I notice now, the Rfxx is the broadcast number, not their advertised number. i.e. KQED is 9 but broadcast is 30, so it shows up as Rf30 too.


----------



## boylehome (Jul 16, 2004)

This is a PSIP problem. Once the stations get their problems ironed out, the correct channel numbers will return. The rfxx channels work when PSIP is wrong and generally remain listed until deleted. The re-directed channel number works on mine when there is a PSIP problem but if I delete the re-directed channel numbers and re-scan or re-add, if PSIP is troubled, then I will get only the rfxx numbers.


----------



## Michael P (Oct 27, 2004)

It's definitly the broadcasters, and not the 921, that is the cause of this problem. I have had the same thing happen with my Cleveland OTA's.

In one case I had just the "remapped" listing "043-01 WUAB". At one time that went blank (with a 116 signal). I rescanned and "rf28" appeared. I had to watch rf 28 to see ch 43 for a few days while WUAB worked out their problem. At other times both the remapped and "rf" channels get scanned and both work. I just delete the "rf" listings in the scan for OTA menu.

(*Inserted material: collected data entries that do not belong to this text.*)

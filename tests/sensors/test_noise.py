"""Noise of the sea against physics, against Wenz's own rule, and against closed forms of bands."""

from __future__ import annotations

import numpy as np
import pytest

from ocean_sound.errors import InputError
from ocean_sound.sensors.noise import NoiseSpectrum, ambient_noise, ambient_noise_parts, band_level, power_sum


def test_thermal_part_is_that_of_mellen():
    """4 pi K T rho f²/c (Mellen 1952, JASA 24:478), here at 10 degC: molecules alone set it."""
    f = np.array([1e4, 1e5, 5e5])
    pressure2 = 4 * np.pi * 1.380649e-23 * 283.15 * 1027.0 * f**2 / 1490.0 * 1e12
    found = ambient_noise_parts(f, wind_speed=0.0)["thermal"]
    assert found == pytest.approx(10 * np.log10(pressure2), abs=0.5)


def test_wind_part_lies_a_little_above_the_rule_of_fives():
    """Wenz (1962, JASA 34:1936; from memory): 51 dB at 1 kHz and 5 knots, 5 dB more for each doubling of the wind from
    2.5 to 40 knots, 5 dB less for each octave from 500 Hz to 5 kHz. The fit is known to be above it, by 2 to 10 dB
    up to 20 knots."""
    for knots in (5.0, 10.0, 20.0):
        for f in (500.0, 1000.0, 2000.0, 5000.0):
            rule = 51.0 + 5.0 * np.log2(knots / 5.0) - 5.0 * np.log2(f / 1000.0)
            found = float(ambient_noise_parts(f, wind_speed=knots * 0.514444)["wind"])
            assert 1.5 < found - rule < 9.5


def test_each_part_leads_where_it_should():
    """Turbulence below 10 Hz, shipping to some hundred Hz, wind to 100 kHz, thermal above (Wenz 1962)."""
    for f, name in ((3.0, "turbulence"), (60.0, "shipping"), (5000.0, "wind"), (5e5, "thermal")):
        parts = ambient_noise_parts(f, wind_speed=5.0)
        assert max(parts, key=lambda part: float(parts[part])) == name


def test_the_whole_is_the_sum_of_powers():
    parts = ambient_noise_parts([10.0, 300.0, 2e4], wind_speed=[0.0, 8.0, 15.0], shipping=0.2)
    whole = 10 * np.log10(sum(10 ** (part / 10) for part in parts.values()))
    assert ambient_noise([10.0, 300.0, 2e4], wind_speed=[0.0, 8.0, 15.0], shipping=0.2) == pytest.approx(whole)


def test_band_of_a_spectrum_that_falls_with_frequency_squared():
    """The integral of A/f² is A (1/low - 1/high)."""
    f = np.geomspace(10.0, 1e5, 200)
    red = NoiseSpectrum(f, 100.0 - 20.0 * np.log10(f))
    expected = 100.0 + 10 * np.log10(1 / 200.0 - 1 / 5000.0)
    assert band_level(200.0, 5000.0, spectrum=red) == pytest.approx(expected, abs=1e-4)


def test_equal_powers_add_three_decibels():
    assert float(power_sum(70.0, 70.0)) == pytest.approx(70.0 + 10 * np.log10(2.0))


@pytest.mark.parametrize(
    ("call", "words"),
    [
        (lambda: ambient_noise(0.5, wind_speed=5.0), "frequency is 0.5: 1 to 1e"),
        (lambda: ambient_noise(100.0, wind_speed=-1.0), "wind speed is -1"),
        (lambda: ambient_noise(100.0, wind_speed=5.0, shipping=2.0), "shipping is 2"),
        (lambda: band_level(2000.0, 1000.0), "runs from 2000 to 1000 Hz"),
        (lambda: NoiseSpectrum([1.0, 2.0], [50.0]), "2 frequencies and 1 levels"),
        (lambda: NoiseSpectrum([2.0, 1.0], [50.0, 40.0]), "do not increase"),
        (lambda: NoiseSpectrum([10.0, 20.0], [50.0, 40.0]).at(5.0), "as measured"),
    ],
)
def test_bad_input(call, words):
    with pytest.raises(InputError, match=words):
        call()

There is a third related issue I had experienced. On of my locals mapps to their rf channel number insted of their analog channel (WEAO ch 49 mapps as "050-01 and 050-02). They have a second transmitter WNEO on analog 45 that is digital rf 46. On that channel the PSIP does map as 045-01 and 045-02. Go figure!

The broadcasters still have a lot to learn regarding PSIP and digital broadcasting in general.


----------



## Cyclone (Jul 1, 2002)

I see this once in a while in the DC market. I just delete the RFxx channels and they usually don't come back.


----------